◆ Task goal:
In the data below, which lines hold the word "await"? Copy them.

◆ Data entries:
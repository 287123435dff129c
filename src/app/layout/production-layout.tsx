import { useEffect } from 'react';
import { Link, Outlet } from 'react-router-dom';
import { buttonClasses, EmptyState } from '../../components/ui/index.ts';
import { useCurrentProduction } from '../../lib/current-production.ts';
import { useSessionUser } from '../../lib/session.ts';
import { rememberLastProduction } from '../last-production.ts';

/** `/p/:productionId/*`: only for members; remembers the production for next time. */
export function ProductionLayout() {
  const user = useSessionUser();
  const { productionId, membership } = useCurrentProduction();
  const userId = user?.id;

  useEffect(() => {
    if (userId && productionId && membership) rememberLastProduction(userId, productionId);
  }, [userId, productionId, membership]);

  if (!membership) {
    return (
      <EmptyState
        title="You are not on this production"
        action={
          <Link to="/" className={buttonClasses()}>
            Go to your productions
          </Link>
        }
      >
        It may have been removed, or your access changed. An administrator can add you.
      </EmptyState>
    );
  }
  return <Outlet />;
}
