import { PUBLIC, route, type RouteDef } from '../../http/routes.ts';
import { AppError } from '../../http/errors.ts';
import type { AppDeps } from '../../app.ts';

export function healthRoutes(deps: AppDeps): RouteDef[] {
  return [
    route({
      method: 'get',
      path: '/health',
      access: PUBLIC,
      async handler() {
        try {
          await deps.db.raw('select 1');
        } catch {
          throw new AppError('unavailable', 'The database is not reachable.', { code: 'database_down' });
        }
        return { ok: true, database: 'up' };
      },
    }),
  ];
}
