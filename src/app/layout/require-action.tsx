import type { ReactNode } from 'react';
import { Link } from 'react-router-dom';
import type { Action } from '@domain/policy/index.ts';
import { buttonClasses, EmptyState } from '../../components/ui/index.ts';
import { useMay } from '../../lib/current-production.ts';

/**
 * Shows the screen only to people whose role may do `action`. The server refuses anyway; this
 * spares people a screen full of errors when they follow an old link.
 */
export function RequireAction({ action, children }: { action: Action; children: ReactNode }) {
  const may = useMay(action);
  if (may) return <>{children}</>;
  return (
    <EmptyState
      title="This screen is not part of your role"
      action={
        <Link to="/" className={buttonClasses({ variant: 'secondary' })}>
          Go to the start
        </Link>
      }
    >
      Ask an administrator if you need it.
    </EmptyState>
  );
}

...

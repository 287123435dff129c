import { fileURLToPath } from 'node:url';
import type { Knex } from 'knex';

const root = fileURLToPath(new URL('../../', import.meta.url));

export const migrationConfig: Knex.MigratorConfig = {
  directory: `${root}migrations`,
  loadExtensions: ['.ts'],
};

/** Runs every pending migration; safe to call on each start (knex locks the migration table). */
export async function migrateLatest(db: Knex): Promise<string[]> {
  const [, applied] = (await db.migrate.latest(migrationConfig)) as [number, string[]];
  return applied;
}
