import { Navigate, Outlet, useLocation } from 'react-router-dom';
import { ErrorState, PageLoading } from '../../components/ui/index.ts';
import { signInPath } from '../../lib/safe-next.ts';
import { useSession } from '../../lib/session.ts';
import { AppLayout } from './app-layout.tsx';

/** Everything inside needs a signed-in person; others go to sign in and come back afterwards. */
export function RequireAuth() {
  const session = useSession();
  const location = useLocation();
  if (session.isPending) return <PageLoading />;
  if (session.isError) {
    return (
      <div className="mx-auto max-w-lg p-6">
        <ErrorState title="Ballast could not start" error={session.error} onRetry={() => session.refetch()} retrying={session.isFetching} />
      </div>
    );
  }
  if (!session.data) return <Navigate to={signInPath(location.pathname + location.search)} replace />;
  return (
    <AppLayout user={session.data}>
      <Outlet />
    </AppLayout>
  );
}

◆ Task answer:
          await deps.db.raw('select 1');
  const [, applied] = (await db.migrate.latest(migrationConfig)) as [number, string[]];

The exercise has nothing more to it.